Search code examples
mysqlmysql-5.7

mysql query to summarize data


I am trying to summarize some data from two data sources. The tables are following

Table t1

auto_id unique_column value
1 d1 10
2 d2 5
3 d3 15

Table t2

auto_id unique_column value
null d3 5
null d4 6

Expected data in t1 after query:

auto_id unique_column value
1 d1 10
2 d2 5
3 d3 20
4 d4 6

To solve this I was planning to do the following query

REPLACE INTO t1
SELECT auto_id, unique_column, SUM(value) value FROM 
(
  SELECT * FROM t1
  UNION ALL 
  SELECT * FROM t2
) GROUP BY unique_column; 

Issue with this query

SELECT auto_id, unique_column, SUM(value) value FROM 
(
  SELECT * FROM t1
  UNION ALL 
  SELECT * FROM t2
) GROUP BY unique_column; 

The above query will give us

auto_id unique_column value
1 d1 10
2 d2 5
3 d3 20
NULL d4 6

Which is okay.
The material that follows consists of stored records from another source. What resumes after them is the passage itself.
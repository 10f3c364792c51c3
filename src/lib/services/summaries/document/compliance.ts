import { type Connection } from '#db/queries/connection';
import { type ExceedanceRow } from '#db/queries/exceedances';
import { listHolidays } from '#db/queries/holidays';
import { listLimitRecords, type LimitRecord } from '#db/queries/limits';
import { type NetworkSettings } from '#db/queries/networks';
import { type StationRow } from '#db/queries/stations';
import { documentLimitSchema, type DocumentLimit } from '#lib/contracts/monthDocument';
import { type Compliance } from '#lib/contracts/monthEvidence';
import { limitMetricText, limitUnit } from '#lib/format/limitMetric';
import { partsOf } from '../../limitTrial/parts';
import { tryRule } from '../../limitTrial/tryRule';
import { byLimit, coversStation, replacedFromSec } from '../../limits/force';
import { limitView } from '../../limits/view';
import { type Span } from '../../levels/spans';

/** A version of a limit with the part of the month in which it is in force. */
export interface LimitInForce {
  version: LimitRecord;
  view: DocumentLimit;
  span: Span;
  /** Windows by station id; null: this quantity’s windows are not counted. */
  windows: ReadonlyMap<number, NonNullable<Compliance['windows']>> | null;
}

export interface LimitGround {
  networkId: number;
  stations: readonly StationRow[];
  timeline: NetworkSettings[];
  month: Span;
  nowSec: number;
  conn: Connection;
}

/** Versions of limits in force at some time of a month, with how many of their windows could be compared. */
export async function limitsInForce(ground: LimitGround): Promise<LimitInForce[]> {
  const { networkId, stations, month, nowSec, conn } = ground;
  const codes = new Map(stations.map(({ id, code }) => [id, code]));
  const holidayDates = new Set((await listHolidays(networkId, conn)).map(({ date }) => date));
  const found: LimitInForce[] = [];
  for (const [limitId, ofLimit] of byLimit(await listLimitRecords(networkId, null, conn))) {
    const { versions } = limitView(ofLimit, { seesRecipients: false, codes, nowSec });
    for (const version of ofLimit) {
      const view = versions.find((one) => one.version === version.version);
      const span = inForceWithin(version, ofLimit, month);
      if (!view || !span) continue;
      const windows = isCounted(version) ? await windowsOf(version, span, ground, holidayDates) : null;
      found.push({ version, view: documentLimitSchema.parse({ ...view, id: limitId }), span, windows });
    }
  }
  return found;
}

/** How a station stands to the limits that hold for it. */
export function complianceOf(
  station: StationRow,
  limits: readonly LimitInForce[],
  exceedances: readonly ExceedanceRow[],
  meetsMinimum: boolean,
): Compliance[] {
  return limits
    .filter(({ version }) => coversStation(version, station.id))
    .map(({ version, windows }) => {
      const own = exceedances.filter(({ limitVersionId }) => limitVersionId === version.id);
      const standing = own.filter(({ state }) => state === 'standing');
      const counted = windows?.get(station.id) ?? null;
      const isCompared = counted ? counted.compared > 0 : meetsMinimum;
      return {
        limitId: version.limitId,
        limitVersion: version.version,
        limit: version.name,
        metric: limitMetricText(version),
        threshold: version.thresholdTenths / 10,
        unit: limitUnit(version.metric),
        windows: counted,
        standing: standing.length,
        lifted: own.length - standing.length,
        highest: standing.length === 0 ? null : Math.max(...standing.map(({ levelDb }) => levelDb)),
        state: standing.length > 0 ? 'exceeded' : isCompared ? 'not-exceeded' : 'not-compared',
      };
    });
}

function inForceWithin(version: LimitRecord, ofLimit: readonly LimitRecord[], month: Span): Span | null {
  const withdrawnSec = version.withdrawnAt ? Math.floor(version.withdrawnAt.getTime() / 1000) : Infinity;
  const fromSec = Math.max(month.fromSec, version.effectiveFromSec);
  const toSec = Math.min(month.toSec, replacedFromSec(version, ofLimit), withdrawnSec);
  return fromSec < toSec ? { fromSec, toSec } : null;
}

/** Windows whose count would take reading every interval, or weeks before, are not counted. */
function isCounted(version: LimitRecord): boolean {
  const { averaging, windowMin, stepMin, fromMin, toMin } = version;
  const isRagged = averaging === 'hours' && [fromMin, toMin].some((minute) => (minute ?? 0) % 15 !== 0);
  const isFine = (windowMin ?? 0) % 15 !== 0 || (stepMin !== null && stepMin % 15 !== 0) || isRagged;
  const parts = partsOf(version);
  return !isFine && parts !== null && (stepMin === null || parts === 'energies');
}

async function windowsOf(
  version: LimitRecord,
  period: Span,
  { stations, timeline, nowSec, conn }: LimitGround,
  holidayDates: ReadonlySet<string>,
): Promise<Map<number, NonNullable<Compliance['windows']>>> {
  const tried = await tryRule(version, { stations, timeline, holidayDates, period, nowSec }, conn);
  return new Map(
    tried.map(({ station, counts }) => [station.id, { ended: counts.windows, compared: counts.compared }]),
  );
}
In the insert query we will get the following result:

auto_id unique_column value
1 d1 10
2 d2 5
3 d3 20
4 d4 6

But the following query

SELECT auto_id, unique_column, SUM(value) value FROM 
(
  SELECT * FROM t2
  UNION ALL 
  SELECT * FROM t1
) GROUP BY unique_column; 

will give us

auto_id unique_column value
1 d1 10
2 d2 5
NULL d3 20
NULL d4 6

So, Insert query will product the following unexpected result

auto_id unique_column value
1 d1 10
2 d2 5
3 d3 15
4 d3 20
5 d4 6

Alternative thought was, full outer join but mysql decided not to implement this. What other alternative can be done with mysql?


Solution

  • You were close:

    REPLACE INTO t1
    SELECT MAX(auto_id), unique_column, SUM(value) value FROM 
    (
      SELECT * FROM t1
      UNION ALL 
      SELECT * FROM t2
    ) t
    GROUP BY unique_column;
    

    MAX(auto_id) will skip NULL fields, which will give us just 3 for 'd3'; for the 'd4' case, auto_id will still be NULL, but (as long as the column is declared as AUTO_INCREMENT NOT NULL), NULL will be replaced by the next number in the sequence.

    EDIT for your edit: as long as you properly aggregate auto_id using MAX (or MIN), the only scenario NULL appears is if you have no prior auto_id; it is not sensitive to ordering.